— Your task —
Copy the data below exactly.

— Data under study —
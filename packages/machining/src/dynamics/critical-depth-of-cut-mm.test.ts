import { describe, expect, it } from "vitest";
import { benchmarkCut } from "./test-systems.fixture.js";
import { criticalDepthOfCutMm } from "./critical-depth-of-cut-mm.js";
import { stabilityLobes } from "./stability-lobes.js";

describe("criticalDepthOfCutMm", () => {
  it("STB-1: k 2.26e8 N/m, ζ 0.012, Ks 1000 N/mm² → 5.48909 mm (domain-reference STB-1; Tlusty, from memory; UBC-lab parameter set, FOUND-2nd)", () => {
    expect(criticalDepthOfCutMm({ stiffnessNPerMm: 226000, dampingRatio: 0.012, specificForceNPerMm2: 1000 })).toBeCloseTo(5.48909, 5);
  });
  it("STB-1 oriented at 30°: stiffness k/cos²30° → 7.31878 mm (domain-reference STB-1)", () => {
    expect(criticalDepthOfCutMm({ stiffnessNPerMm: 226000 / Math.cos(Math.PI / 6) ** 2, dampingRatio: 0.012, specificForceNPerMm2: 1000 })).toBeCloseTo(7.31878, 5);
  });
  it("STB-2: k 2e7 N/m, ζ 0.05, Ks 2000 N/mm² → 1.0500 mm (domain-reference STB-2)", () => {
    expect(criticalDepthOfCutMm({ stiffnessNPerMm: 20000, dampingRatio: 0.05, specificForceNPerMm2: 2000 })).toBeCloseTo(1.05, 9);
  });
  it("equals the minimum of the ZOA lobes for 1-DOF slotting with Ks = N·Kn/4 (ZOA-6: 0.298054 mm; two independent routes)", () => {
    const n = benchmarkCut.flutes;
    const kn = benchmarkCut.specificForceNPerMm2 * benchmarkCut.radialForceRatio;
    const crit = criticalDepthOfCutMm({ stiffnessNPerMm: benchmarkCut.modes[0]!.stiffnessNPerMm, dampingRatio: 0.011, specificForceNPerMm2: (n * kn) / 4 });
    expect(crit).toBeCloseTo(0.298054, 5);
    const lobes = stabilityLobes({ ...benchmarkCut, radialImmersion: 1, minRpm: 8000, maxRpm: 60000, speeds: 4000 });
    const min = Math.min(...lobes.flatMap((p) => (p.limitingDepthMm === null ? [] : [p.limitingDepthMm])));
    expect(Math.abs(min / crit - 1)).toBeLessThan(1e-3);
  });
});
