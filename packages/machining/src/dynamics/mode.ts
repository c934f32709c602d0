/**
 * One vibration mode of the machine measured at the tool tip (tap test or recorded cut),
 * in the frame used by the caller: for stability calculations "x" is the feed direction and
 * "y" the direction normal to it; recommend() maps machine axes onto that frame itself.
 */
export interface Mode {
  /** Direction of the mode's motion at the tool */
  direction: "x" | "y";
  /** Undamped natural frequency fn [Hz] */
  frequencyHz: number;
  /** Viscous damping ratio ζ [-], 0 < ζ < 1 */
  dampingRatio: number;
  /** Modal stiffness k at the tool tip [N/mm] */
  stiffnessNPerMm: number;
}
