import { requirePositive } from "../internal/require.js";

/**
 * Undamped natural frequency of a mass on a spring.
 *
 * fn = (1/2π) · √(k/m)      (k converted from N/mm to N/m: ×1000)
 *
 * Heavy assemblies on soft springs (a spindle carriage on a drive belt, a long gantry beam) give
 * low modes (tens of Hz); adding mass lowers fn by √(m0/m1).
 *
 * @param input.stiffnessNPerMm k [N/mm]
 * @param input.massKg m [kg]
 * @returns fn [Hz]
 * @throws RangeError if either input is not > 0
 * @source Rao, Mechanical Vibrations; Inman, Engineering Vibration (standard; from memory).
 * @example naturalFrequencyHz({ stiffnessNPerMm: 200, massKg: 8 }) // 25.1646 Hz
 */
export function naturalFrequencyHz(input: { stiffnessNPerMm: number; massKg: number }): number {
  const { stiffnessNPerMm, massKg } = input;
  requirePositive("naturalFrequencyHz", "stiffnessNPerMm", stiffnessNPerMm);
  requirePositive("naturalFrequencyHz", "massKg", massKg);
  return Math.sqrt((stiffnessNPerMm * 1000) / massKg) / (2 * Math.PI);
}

— Written reply —
filename packages/machining/src/dynamics/critical-depth-of-cut-mm.test.ts
import { describe, expect, it } from "vitest";
import { benchmarkCut } from "./test-systems.fixture.js";
import { criticalDepthOfCutMm } from "./critical-depth-of-cut-mm.js";
import { stabilityLobes } from "./stability-lobes.js";

describe("criticalDepthOfCutMm", () => {
  it("STB-1: k 2.26e8 N/m, ζ 0.012, Ks 1000 N/mm² → 5.48909 mm (domain-reference STB-1; Tlusty, from memory; UBC-lab parameter set, FOUND-2nd)", () => {
    expect(criticalDepthOfCutMm({ stiffnessNPerMm: 226000, dampingRatio: 0.012, specificForceNPerMm2: 1000 })).toBeCloseTo(5.48909, 5);
  });
  it("STB-1 oriented at 30°: stiffness k/cos²30° → 7.31878 mm (domain-reference STB-1)", () => {
    expect(criticalDepthOfCutMm({ stiffnessNPerMm: 226000 / Math.cos(Math.PI / 6) ** 2, dampingRatio: 0.012, specificForceNPerMm2: 1000 })).toBeCloseTo(7.31878, 5);
  });
  it("STB-2: k 2e7 N/m, ζ 0.05, Ks 2000 N/mm² → 1.0500 mm (domain-reference STB-2)", () => {
    expect(criticalDepthOfCutMm({ stiffnessNPerMm: 20000, dampingRatio: 0.05, specificForceNPerMm2: 2000 })).toBeCloseTo(1.05, 9);
  });
  it("equals the minimum of the ZOA lobes for 1-DOF slotting with Ks = N·Kn/4 (ZOA-6: 0.298054 mm; two independent routes)", () => {
    const n = benchmarkCut.flutes;
    const kn = benchmarkCut.specificForceNPerMm2 * benchmarkCut.radialForceRatio;
    const crit = criticalDepthOfCutMm({ stiffnessNPerMm: benchmarkCut.modes[0]!.stiffnessNPerMm, dampingRatio: 0.011, specificForceNPerMm2: (n * kn) / 4 });
    expect(crit).toBeCloseTo(0.298054, 5);
    const lobes = stabilityLobes({ ...benchmarkCut, radialImmersion: 1, minRpm: 8000, maxRpm: 60000, speeds: 4000 });
    const min = Math.min(...lobes.flatMap((p) => (p.limitingDepthMm === null ? [] : [p.limitingDepthMm])));
    expect(Math.abs(min / crit - 1)).toBeLessThan(1e-3);
  });
});
filename packages/machining/src/dynamics/mode.ts
repository c934f32709c602d0
/**
 * One vibration mode of the machine measured at the tool tip (tap test or recorded cut),
 * in the frame used by the caller: for stability calculations "x" is the feed direction and
 * "y" the direction normal to it; recommend() maps machine axes onto that frame itself.
 */
export interface Mode {
  /** Direction of the mode's motion at the tool */
  direction: "x" | "y";
  /** Undamped natural frequency fn [Hz] */
  frequencyHz: number;
  /** Viscous damping ratio ζ [-], 0 < ζ < 1 */
  dampingRatio: number;
  /** Modal stiffness k at the tool tip [N/mm] */
  stiffnessNPerMm: number;
}
import { requirePositive } from "../internal/require.js";

/**
 * Undamped natural frequency of a mass on a spring.
 *
 * fn = (1/2π) · √(k/m)      (k converted from N/mm to N/m: ×1000)
 *
 * Heavy assemblies on soft springs (a spindle carriage on a drive belt, a long gantry beam) give
 * low modes (tens of Hz); adding mass lowers fn by √(m0/m1).
 *
 * @param input.stiffnessNPerMm k [N/mm]
 * @param input.massKg m [kg]
 * @returns fn [Hz]
 * @throws RangeError if either input is not > 0
 * @source Rao, Mechanical Vibrations; Inman, Engineering Vibration (standard; from memory).
 * @example naturalFrequencyHz({ stiffnessNPerMm: 200, massKg: 8 }) // 25.1646 Hz
 */
export function naturalFrequencyHz(input: { stiffnessNPerMm: number; massKg: number }): number {
  const { stiffnessNPerMm, massKg } = input;
  requirePositive("naturalFrequencyHz", "stiffnessNPerMm", stiffnessNPerMm);
  requirePositive("naturalFrequencyHz", "massKg", massKg);
  return Math.sqrt((stiffnessNPerMm * 1000) / massKg) / (2 * Math.PI);
}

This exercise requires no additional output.